- Listed records -
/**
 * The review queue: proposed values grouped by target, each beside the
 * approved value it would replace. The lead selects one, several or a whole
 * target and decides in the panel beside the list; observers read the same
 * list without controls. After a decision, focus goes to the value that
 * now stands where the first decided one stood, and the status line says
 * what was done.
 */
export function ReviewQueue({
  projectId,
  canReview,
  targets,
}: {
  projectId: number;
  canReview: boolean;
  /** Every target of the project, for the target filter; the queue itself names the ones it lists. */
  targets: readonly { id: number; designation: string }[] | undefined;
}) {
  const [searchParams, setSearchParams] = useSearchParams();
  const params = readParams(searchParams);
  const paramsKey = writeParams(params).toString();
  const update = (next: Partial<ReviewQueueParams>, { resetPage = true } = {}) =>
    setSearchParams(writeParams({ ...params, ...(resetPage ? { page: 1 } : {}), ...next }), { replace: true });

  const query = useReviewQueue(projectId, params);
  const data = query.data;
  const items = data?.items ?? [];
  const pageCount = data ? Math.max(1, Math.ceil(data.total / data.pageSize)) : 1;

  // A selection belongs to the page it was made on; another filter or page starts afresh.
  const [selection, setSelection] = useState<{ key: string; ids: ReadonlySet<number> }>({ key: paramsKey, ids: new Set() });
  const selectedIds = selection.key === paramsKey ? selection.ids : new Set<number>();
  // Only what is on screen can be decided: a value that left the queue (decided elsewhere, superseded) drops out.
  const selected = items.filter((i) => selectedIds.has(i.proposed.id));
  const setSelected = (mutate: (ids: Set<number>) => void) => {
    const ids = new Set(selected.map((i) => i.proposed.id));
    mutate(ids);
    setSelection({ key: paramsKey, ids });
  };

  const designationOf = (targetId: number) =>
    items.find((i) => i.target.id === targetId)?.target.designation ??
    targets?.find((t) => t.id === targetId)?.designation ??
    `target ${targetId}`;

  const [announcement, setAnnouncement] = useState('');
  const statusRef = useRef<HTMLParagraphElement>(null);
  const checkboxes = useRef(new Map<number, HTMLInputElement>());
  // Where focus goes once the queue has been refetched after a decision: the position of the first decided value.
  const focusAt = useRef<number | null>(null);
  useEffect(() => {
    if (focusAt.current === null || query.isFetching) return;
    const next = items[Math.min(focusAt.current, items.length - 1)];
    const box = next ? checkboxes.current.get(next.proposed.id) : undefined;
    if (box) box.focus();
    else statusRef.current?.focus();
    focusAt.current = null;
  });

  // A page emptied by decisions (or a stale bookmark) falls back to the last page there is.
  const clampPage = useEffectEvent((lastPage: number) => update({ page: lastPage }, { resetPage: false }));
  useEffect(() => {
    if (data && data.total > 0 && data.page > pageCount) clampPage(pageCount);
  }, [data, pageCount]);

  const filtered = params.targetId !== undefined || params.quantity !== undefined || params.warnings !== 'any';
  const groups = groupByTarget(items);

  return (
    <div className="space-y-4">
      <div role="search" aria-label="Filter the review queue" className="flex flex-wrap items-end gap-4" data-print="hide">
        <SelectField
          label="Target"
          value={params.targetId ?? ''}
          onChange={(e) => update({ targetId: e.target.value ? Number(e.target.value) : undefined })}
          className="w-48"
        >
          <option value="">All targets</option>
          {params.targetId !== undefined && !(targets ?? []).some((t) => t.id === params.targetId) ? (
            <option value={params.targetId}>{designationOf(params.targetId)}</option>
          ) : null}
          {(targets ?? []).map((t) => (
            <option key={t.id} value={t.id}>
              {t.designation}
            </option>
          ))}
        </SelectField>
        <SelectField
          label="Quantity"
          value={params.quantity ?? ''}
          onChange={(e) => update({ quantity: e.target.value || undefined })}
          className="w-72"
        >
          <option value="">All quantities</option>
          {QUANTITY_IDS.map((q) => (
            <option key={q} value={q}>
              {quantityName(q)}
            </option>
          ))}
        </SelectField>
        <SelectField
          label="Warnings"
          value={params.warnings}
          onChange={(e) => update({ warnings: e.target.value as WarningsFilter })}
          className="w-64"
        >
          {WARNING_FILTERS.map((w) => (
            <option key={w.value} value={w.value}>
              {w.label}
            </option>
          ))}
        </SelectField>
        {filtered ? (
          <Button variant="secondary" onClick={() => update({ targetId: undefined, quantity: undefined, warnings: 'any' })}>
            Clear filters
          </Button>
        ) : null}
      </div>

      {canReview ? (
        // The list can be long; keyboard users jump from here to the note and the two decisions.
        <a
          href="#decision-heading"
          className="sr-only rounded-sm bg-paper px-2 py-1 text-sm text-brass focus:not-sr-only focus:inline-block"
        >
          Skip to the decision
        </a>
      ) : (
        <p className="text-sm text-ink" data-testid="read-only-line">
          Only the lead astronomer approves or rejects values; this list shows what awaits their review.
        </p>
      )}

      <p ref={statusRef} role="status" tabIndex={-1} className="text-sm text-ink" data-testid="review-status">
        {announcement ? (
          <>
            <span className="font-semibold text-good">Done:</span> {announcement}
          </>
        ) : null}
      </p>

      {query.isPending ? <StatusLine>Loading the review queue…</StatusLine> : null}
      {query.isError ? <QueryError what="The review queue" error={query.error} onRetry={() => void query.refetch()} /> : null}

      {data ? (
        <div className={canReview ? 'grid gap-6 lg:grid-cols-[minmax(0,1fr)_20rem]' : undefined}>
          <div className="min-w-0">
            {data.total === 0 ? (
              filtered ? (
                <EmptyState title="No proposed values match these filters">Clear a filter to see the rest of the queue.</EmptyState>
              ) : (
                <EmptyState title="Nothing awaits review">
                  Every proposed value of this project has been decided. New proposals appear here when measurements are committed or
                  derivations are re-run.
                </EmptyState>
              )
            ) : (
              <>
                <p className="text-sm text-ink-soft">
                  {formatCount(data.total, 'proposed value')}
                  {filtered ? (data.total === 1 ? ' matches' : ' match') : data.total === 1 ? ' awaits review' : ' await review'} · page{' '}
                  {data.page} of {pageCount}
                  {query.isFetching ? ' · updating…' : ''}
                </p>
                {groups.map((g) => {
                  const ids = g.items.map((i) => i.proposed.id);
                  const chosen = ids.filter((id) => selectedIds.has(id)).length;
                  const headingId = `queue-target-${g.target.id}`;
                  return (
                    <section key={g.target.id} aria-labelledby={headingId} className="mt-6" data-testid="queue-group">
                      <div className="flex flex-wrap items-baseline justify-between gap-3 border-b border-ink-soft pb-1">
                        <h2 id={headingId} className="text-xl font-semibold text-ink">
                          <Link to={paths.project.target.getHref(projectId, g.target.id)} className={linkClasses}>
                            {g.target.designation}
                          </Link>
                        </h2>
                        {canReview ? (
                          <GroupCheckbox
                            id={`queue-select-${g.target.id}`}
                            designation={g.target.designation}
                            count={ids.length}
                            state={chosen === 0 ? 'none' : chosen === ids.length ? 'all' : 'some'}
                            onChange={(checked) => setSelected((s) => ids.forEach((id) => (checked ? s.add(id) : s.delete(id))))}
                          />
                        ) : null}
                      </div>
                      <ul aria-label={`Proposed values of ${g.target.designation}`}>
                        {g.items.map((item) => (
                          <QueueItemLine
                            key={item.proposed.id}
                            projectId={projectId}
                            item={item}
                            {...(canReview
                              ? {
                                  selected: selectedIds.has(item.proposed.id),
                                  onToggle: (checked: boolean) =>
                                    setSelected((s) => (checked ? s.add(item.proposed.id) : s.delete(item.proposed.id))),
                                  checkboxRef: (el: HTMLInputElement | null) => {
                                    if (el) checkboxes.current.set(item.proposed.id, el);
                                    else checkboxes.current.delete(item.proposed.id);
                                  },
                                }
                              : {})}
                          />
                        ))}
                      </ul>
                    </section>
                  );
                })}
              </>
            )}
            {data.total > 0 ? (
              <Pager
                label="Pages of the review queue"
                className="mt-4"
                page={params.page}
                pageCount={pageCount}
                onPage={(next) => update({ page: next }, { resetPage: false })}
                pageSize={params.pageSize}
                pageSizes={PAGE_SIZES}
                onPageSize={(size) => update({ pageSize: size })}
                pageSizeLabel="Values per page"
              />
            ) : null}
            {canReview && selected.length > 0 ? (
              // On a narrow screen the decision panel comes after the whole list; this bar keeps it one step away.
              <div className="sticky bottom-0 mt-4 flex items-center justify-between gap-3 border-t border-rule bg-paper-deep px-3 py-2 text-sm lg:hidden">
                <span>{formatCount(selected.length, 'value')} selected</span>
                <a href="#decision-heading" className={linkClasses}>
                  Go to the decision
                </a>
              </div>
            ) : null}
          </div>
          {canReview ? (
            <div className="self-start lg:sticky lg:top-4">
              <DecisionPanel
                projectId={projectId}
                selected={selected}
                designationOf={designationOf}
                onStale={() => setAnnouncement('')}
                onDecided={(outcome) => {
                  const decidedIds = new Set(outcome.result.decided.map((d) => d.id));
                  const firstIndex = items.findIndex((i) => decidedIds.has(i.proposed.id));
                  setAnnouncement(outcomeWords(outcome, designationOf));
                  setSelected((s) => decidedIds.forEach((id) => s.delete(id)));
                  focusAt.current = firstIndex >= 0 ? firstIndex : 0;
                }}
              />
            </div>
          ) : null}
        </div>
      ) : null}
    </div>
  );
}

* * *

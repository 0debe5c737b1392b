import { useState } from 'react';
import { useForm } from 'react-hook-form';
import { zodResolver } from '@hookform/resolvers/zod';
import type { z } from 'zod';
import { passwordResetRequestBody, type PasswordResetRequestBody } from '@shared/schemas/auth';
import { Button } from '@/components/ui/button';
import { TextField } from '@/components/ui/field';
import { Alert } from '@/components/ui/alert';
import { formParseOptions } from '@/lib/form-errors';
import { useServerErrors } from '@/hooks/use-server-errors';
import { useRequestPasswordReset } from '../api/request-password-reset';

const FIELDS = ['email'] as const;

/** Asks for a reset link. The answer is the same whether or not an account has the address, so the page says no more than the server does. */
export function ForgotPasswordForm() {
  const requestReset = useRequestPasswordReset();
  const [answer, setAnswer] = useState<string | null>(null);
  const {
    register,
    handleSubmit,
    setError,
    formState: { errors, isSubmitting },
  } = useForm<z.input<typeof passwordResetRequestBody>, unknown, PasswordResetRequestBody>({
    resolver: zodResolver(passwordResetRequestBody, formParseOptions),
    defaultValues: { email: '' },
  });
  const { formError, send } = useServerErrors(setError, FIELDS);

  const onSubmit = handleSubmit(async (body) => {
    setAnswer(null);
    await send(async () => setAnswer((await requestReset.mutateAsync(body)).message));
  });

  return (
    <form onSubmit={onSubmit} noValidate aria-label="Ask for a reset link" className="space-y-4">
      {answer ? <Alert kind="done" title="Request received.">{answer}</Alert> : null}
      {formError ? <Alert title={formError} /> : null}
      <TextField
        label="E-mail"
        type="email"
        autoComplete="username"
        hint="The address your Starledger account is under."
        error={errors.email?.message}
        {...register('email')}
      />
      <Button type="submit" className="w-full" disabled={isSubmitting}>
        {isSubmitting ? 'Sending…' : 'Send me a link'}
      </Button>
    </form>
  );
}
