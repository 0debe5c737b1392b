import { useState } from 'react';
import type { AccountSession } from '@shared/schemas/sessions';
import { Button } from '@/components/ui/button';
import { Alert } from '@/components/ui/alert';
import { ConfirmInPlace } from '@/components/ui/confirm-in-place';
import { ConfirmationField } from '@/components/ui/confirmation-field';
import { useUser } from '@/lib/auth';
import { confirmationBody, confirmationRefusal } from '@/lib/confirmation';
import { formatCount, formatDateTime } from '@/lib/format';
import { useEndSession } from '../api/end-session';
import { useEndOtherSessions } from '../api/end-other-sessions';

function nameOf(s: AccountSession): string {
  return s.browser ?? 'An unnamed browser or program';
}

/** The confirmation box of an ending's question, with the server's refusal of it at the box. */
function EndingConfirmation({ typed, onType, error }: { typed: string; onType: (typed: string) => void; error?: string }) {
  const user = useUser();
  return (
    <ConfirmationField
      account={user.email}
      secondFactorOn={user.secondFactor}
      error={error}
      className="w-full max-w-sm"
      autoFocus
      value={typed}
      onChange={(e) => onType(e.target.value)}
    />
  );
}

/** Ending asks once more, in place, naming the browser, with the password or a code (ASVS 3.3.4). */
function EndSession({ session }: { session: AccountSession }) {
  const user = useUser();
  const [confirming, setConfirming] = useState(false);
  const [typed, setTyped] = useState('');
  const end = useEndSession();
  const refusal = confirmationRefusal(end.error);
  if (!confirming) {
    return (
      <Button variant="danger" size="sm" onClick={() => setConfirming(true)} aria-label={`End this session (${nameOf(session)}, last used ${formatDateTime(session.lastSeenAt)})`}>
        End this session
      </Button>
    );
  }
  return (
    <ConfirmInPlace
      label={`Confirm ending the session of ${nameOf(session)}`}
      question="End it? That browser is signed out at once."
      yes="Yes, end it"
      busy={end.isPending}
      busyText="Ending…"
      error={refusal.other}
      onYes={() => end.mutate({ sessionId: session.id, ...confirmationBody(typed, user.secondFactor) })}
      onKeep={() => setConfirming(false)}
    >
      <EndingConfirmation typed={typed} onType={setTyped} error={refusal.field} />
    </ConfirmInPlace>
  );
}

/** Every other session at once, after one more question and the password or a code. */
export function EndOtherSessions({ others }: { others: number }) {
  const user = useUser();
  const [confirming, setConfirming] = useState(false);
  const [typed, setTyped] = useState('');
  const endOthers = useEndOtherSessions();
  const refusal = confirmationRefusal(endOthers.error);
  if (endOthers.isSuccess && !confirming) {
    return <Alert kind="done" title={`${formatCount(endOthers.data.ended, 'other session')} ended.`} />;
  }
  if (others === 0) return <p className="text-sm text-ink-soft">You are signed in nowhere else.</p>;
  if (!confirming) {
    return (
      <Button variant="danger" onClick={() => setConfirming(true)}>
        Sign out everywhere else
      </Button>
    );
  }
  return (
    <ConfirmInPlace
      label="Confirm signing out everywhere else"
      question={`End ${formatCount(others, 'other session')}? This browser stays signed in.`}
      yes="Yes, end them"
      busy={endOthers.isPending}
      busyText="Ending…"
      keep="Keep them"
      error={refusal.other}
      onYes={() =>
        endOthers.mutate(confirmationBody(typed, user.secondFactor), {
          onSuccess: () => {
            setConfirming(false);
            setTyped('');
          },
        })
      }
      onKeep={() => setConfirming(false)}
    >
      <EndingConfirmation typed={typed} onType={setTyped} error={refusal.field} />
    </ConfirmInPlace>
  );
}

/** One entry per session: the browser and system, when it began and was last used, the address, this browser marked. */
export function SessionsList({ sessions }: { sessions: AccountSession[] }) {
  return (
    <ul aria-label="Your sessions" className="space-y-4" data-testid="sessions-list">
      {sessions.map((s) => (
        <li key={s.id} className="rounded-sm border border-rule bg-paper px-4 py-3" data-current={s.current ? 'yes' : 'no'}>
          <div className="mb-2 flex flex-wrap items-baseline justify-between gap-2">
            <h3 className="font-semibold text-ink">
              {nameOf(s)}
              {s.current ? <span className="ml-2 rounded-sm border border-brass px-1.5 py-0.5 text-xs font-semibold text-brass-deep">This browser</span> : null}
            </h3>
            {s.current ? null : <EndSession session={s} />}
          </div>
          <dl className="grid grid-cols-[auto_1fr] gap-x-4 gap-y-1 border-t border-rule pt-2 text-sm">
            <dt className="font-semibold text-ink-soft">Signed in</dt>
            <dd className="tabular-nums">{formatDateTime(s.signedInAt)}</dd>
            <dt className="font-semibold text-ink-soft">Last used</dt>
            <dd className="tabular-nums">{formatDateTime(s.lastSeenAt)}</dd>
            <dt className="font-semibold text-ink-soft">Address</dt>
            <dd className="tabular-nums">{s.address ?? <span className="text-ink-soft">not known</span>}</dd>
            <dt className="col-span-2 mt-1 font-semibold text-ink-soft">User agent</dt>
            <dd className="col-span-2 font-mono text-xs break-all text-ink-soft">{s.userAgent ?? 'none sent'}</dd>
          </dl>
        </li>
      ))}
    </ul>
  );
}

- Task objective -
Above are the records; copy every line in them that holds the word "focusAt".

- Solution to the exercise -
  const focusAt = useRef<number | null>(null);
    if (focusAt.current === null || query.isFetching) return;
    const next = items[Math.min(focusAt.current, items.length - 1)];
    focusAt.current = null;
                  focusAt.current = firstIndex >= 0 ? firstIndex : 0;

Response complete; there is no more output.